● **Aim of the task**: Each line of the data should be repeated precisely.

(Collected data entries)
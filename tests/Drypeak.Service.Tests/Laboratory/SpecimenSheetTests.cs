using System.Net;
using System.Text;
using System.Xml.Linq;
using Xunit;

namespace Drypeak.Service.Tests.Laboratory;

/// <summary><c>GET /v1/reports/specimen-sheet.pdf</c> and <c>.svg</c>: a sheet to fill in by hand.</summary>
public sealed class SpecimenSheetTests(RunningService service)
{
    private const string Pdf = "/v1/reports/specimen-sheet.pdf";
    private const string Svg = "/v1/reports/specimen-sheet.svg";

    [Fact]
    public async Task As_pdf_it_is_one_page_that_may_be_kept_and_asked_about()
    {
        using var response = await service.GetAsync(Pdf + "?method=astm-d698-a&waterContents=10,12,14");
        Assert.Equal("application/pdf", response.Content.Headers.ContentType?.MediaType);
        Assert.True(response.Headers.CacheControl is { Public: true, NoCache: true });
        Assert.False(response.Headers.ETag!.IsWeak);
        var pdf = Encoding.Latin1.GetString(await response.Content.ReadAsByteArrayAsync(TestContext.Current.CancellationToken));
        Assert.StartsWith("%PDF-1.", pdf, StringComparison.Ordinal);
        Assert.Contains("/Count 1", pdf, StringComparison.Ordinal);
        Assert.Equal(await service.BytesAsync(Pdf + "?method=astm-d698-a&waterContents=10,12,14"), await service.BytesAsync(Pdf + "?waterContents=10%2012%2014&method=astm-d698-a"));
    }

    /// <summary>A comma parts the numbers, or is the decimal mark where something else parts them.</summary>
    [Theory]
    [InlineData("10,12,14", "10", "12", "14")]
    [InlineData("10, 12, 14", "10", "12", "14")]
    [InlineData("10;12;14", "10", "12", "14")]
    [InlineData("10 12.5 14", "10", "12.5", "14")]
    [InlineData("10 12,5 14", "10", "12.5", "14")]
    [InlineData("9,5;11,5", "9.5", "11.5")]
    [InlineData("12", "12")]
    [InlineData(" 8\n10\t", "8", "10")]
    public async Task Water_contents_are_read_however_they_are_parted(string text, params string[] percents)
    {
        var texts = await TextsAsync("?waterContents=" + Uri.EscapeDataString(text));
        var at = texts.IndexOf("Water content aimed at, %");
        Assert.Equal(percents, texts.Skip(at + 1).Take(percents.Length));
        Assert.Equal("Water added, g", texts[at + 1 + percents.Length]);
    }

    [Theory]
    [InlineData("", 5)]
    [InlineData("?method=jis-a-1210-a", 6)]
    [InlineData("?method=astm-d698-a", 5)]
    [InlineData("?specimens=3", 3)]
    [InlineData("?specimens=8&waterContents=10,12", 8)]
    [InlineData("?method=&specimens=&waterContents=&mass=&reference=", 5)]
    public async Task There_are_as_many_columns_as_are_asked_for_or_as_the_method_needs(string query, int specimens)
    {
        var texts = await TextsAsync(query);
        Assert.Equal(Enumerable.Range(1, specimens).Select(number => $"{number}"), texts.Skip(texts.IndexOf("Specimen") + 1).TakeWhile(text => text.Length == 1));
    }

    [Fact]
    public async Task Masses_are_in_the_unit_asked_for_and_tins_in_grams()
    {
        var texts = await TextsAsync("?mass=lb&reference=Ternmarsh");
        Assert.Superset(new HashSet<string> { "Mold + wet soil, lb", "Mass of the mold, lb", "Tin + dry soil, g", "Ternmarsh" }, texts.ToHashSet());
    }

    [Theory]
    [InlineData("?method=astm-d698", "/method unknown-method")]
    [InlineData("?method=custom", "/method unknown-method")]
    [InlineData("?waterContents=10,x", "/waterContents out-of-range")]
    [InlineData("?waterContents=10,-1", "/waterContents out-of-range")]
    [InlineData("?waterContents=1000.1", "/waterContents out-of-range")]
    [InlineData("?waterContents=1e1", "/waterContents out-of-range")]
    [InlineData("?waterContents=1,2,3,4,5,6,7,8,9", "/waterContents too-many")]
    [InlineData("?specimens=0", "/specimens out-of-range")]
    [InlineData("?specimens=9", "/specimens out-of-range")]
    [InlineData("?specimens=2&waterContents=10,12,14", "/specimens out-of-range")]
    [InlineData("?mass=oz", "/mass unknown-unit")]
    [InlineData("?waterContent=10", "/waterContent unknown-parameter")]
    [InlineData("?mass=g&mass=kg", "/mass repeated-parameter")]
    [InlineData("?mass=oz&specimens=0&method=x", "/method unknown-method", "/mass unknown-unit", "/specimens out-of-range")]
    public async Task A_parameter_that_cannot_be_is_refused_by_name(string query, params string[] faults)
    {
        foreach (var address in new[] { Pdf, Svg })
        {
            using var response = await service.GetAsync(address + query);
            Assert.Equal(HttpStatusCode.BadRequest, response.StatusCode);
            Assert.Equal(faults, (await Refusal.Of(response)).Faults);
        }
    }

    [Fact]
    public async Task A_reference_has_a_bound()
    {
        using var response = await service.GetAsync($"{Svg}?reference={new string('r', 201)}");
        Assert.Equal(["/reference too-long"], (await Refusal.Of(response)).Faults);
        Assert.Equal(HttpStatusCode.OK, (await service.GetAsync($"{Svg}?reference={new string('r', 200)}")).StatusCode);
    }

    private async Task<List<string>> TextsAsync(string query) =>
        [.. XDocument.Parse(Encoding.UTF8.GetString(await service.BytesAsync(Svg + query))).Descendants().Where(element => element.Name.LocalName == "text").Select(text => text.Value)];
}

● **Answer to this exercise**:
filename tests/Drypeak.Service.Tests/Laboratory/SpecimenSheetTests.cs
using System.Net;
using System.Text;
using System.Xml.Linq;
using Xunit;

namespace Drypeak.Service.Tests.Laboratory;

/// <summary><c>GET /v1/reports/specimen-sheet.pdf</c> and <c>.svg</c>: a sheet to fill in by hand.</summary>
public sealed class SpecimenSheetTests(RunningService service)
{
    private const string Pdf = "/v1/reports/specimen-sheet.pdf";
    private const string Svg = "/v1/reports/specimen-sheet.svg";

    [Fact]
    public async Task As_pdf_it_is_one_page_that_may_be_kept_and_asked_about()
    {
        using var response = await service.GetAsync(Pdf + "?method=astm-d698-a&waterContents=10,12,14");
        Assert.Equal("application/pdf", response.Content.Headers.ContentType?.MediaType);
        Assert.True(response.Headers.CacheControl is { Public: true, NoCache: true });
        Assert.False(response.Headers.ETag!.IsWeak);
        var pdf = Encoding.Latin1.GetString(await response.Content.ReadAsByteArrayAsync(TestContext.Current.CancellationToken));
        Assert.StartsWith("%PDF-1.", pdf, StringComparison.Ordinal);
        Assert.Contains("/Count 1", pdf, StringComparison.Ordinal);
        Assert.Equal(await service.BytesAsync(Pdf + "?method=astm-d698-a&waterContents=10,12,14"), await service.BytesAsync(Pdf + "?waterContents=10%2012%2014&method=astm-d698-a"));
    }

    /// <summary>A comma parts the numbers, or is the decimal mark where something else parts them.</summary>
    [Theory]
    [InlineData("10,12,14", "10", "12", "14")]
    [InlineData("10, 12, 14", "10", "12", "14")]
    [InlineData("10;12;14", "10", "12", "14")]
    [InlineData("10 12.5 14", "10", "12.5", "14")]
    [InlineData("10 12,5 14", "10", "12.5", "14")]
    [InlineData("9,5;11,5", "9.5", "11.5")]
    [InlineData("12", "12")]
    [InlineData(" 8\n10\t", "8", "10")]
    public async Task Water_contents_are_read_however_they_are_parted(string text, params string[] percents)
    {
        var texts = await TextsAsync("?waterContents=" + Uri.EscapeDataString(text));
        var at = texts.IndexOf("Water content aimed at, %");
        Assert.Equal(percents, texts.Skip(at + 1).Take(percents.Length));
        Assert.Equal("Water added, g", texts[at + 1 + percents.Length]);
    }

    [Theory]
    [InlineData("", 5)]
    [InlineData("?method=jis-a-1210-a", 6)]
    [InlineData("?method=astm-d698-a", 5)]
    [InlineData("?specimens=3", 3)]
    [InlineData("?specimens=8&waterContents=10,12", 8)]
    [InlineData("?method=&specimens=&waterContents=&mass=&reference=", 5)]
    public async Task There_are_as_many_columns_as_are_asked_for_or_as_the_method_needs(string query, int specimens)
    {
        var texts = await TextsAsync(query);
        Assert.Equal(Enumerable.Range(1, specimens).Select(number => $"{number}"), texts.Skip(texts.IndexOf("Specimen") + 1).TakeWhile(text => text.Length == 1));
    }

    [Fact]
    public async Task Masses_are_in_the_unit_asked_for_and_tins_in_grams()
    {
        var texts = await TextsAsync("?mass=lb&reference=Ternmarsh");
        Assert.Superset(new HashSet<string> { "Mold + wet soil, lb", "Mass of the mold, lb", "Tin + dry soil, g", "Ternmarsh" }, texts.ToHashSet());
    }

    [Theory]
    [InlineData("?method=astm-d698", "/method unknown-method")]
    [InlineData("?method=custom", "/method unknown-method")]
    [InlineData("?waterContents=10,x", "/waterContents out-of-range")]
    [InlineData("?waterContents=10,-1", "/waterContents out-of-range")]
    [InlineData("?waterContents=1000.1", "/waterContents out-of-range")]
    [InlineData("?waterContents=1e1", "/waterContents out-of-range")]
    [InlineData("?waterContents=1,2,3,4,5,6,7,8,9", "/waterContents too-many")]
    [InlineData("?specimens=0", "/specimens out-of-range")]
    [InlineData("?specimens=9", "/specimens out-of-range")]
    [InlineData("?specimens=2&waterContents=10,12,14", "/specimens out-of-range")]
    [InlineData("?mass=oz", "/mass unknown-unit")]
    [InlineData("?waterContent=10", "/waterContent unknown-parameter")]
    [InlineData("?mass=g&mass=kg", "/mass repeated-parameter")]
    [InlineData("?mass=oz&specimens=0&method=x", "/method unknown-method", "/mass unknown-unit", "/specimens out-of-range")]
    public async Task A_parameter_that_cannot_be_is_refused_by_name(string query, params string[] faults)
    {
        foreach (var address in new[] { Pdf, Svg })
        {
            using var response = await service.GetAsync(address + query);
            Assert.Equal(HttpStatusCode.BadRequest, response.StatusCode);
            Assert.Equal(faults, (await Refusal.Of(response)).Faults);
        }
    }

    [Fact]
    public async Task A_reference_has_a_bound()
    {
        using var response = await service.GetAsync($"{Svg}?reference={new string('r', 201)}");
        Assert.Equal(["/reference too-long"], (await Refusal.Of(response)).Faults);
        Assert.Equal(HttpStatusCode.OK, (await service.GetAsync($"{Svg}?reference={new string('r', 200)}")).StatusCode);
    }

    private async Task<List<string>> TextsAsync(string query) =>
        [.. XDocument.Parse(Encoding.UTF8.GetString(await service.BytesAsync(Svg + query))).Descendants().Where(element => element.Name.LocalName == "text").Select(text => text.Value)];
}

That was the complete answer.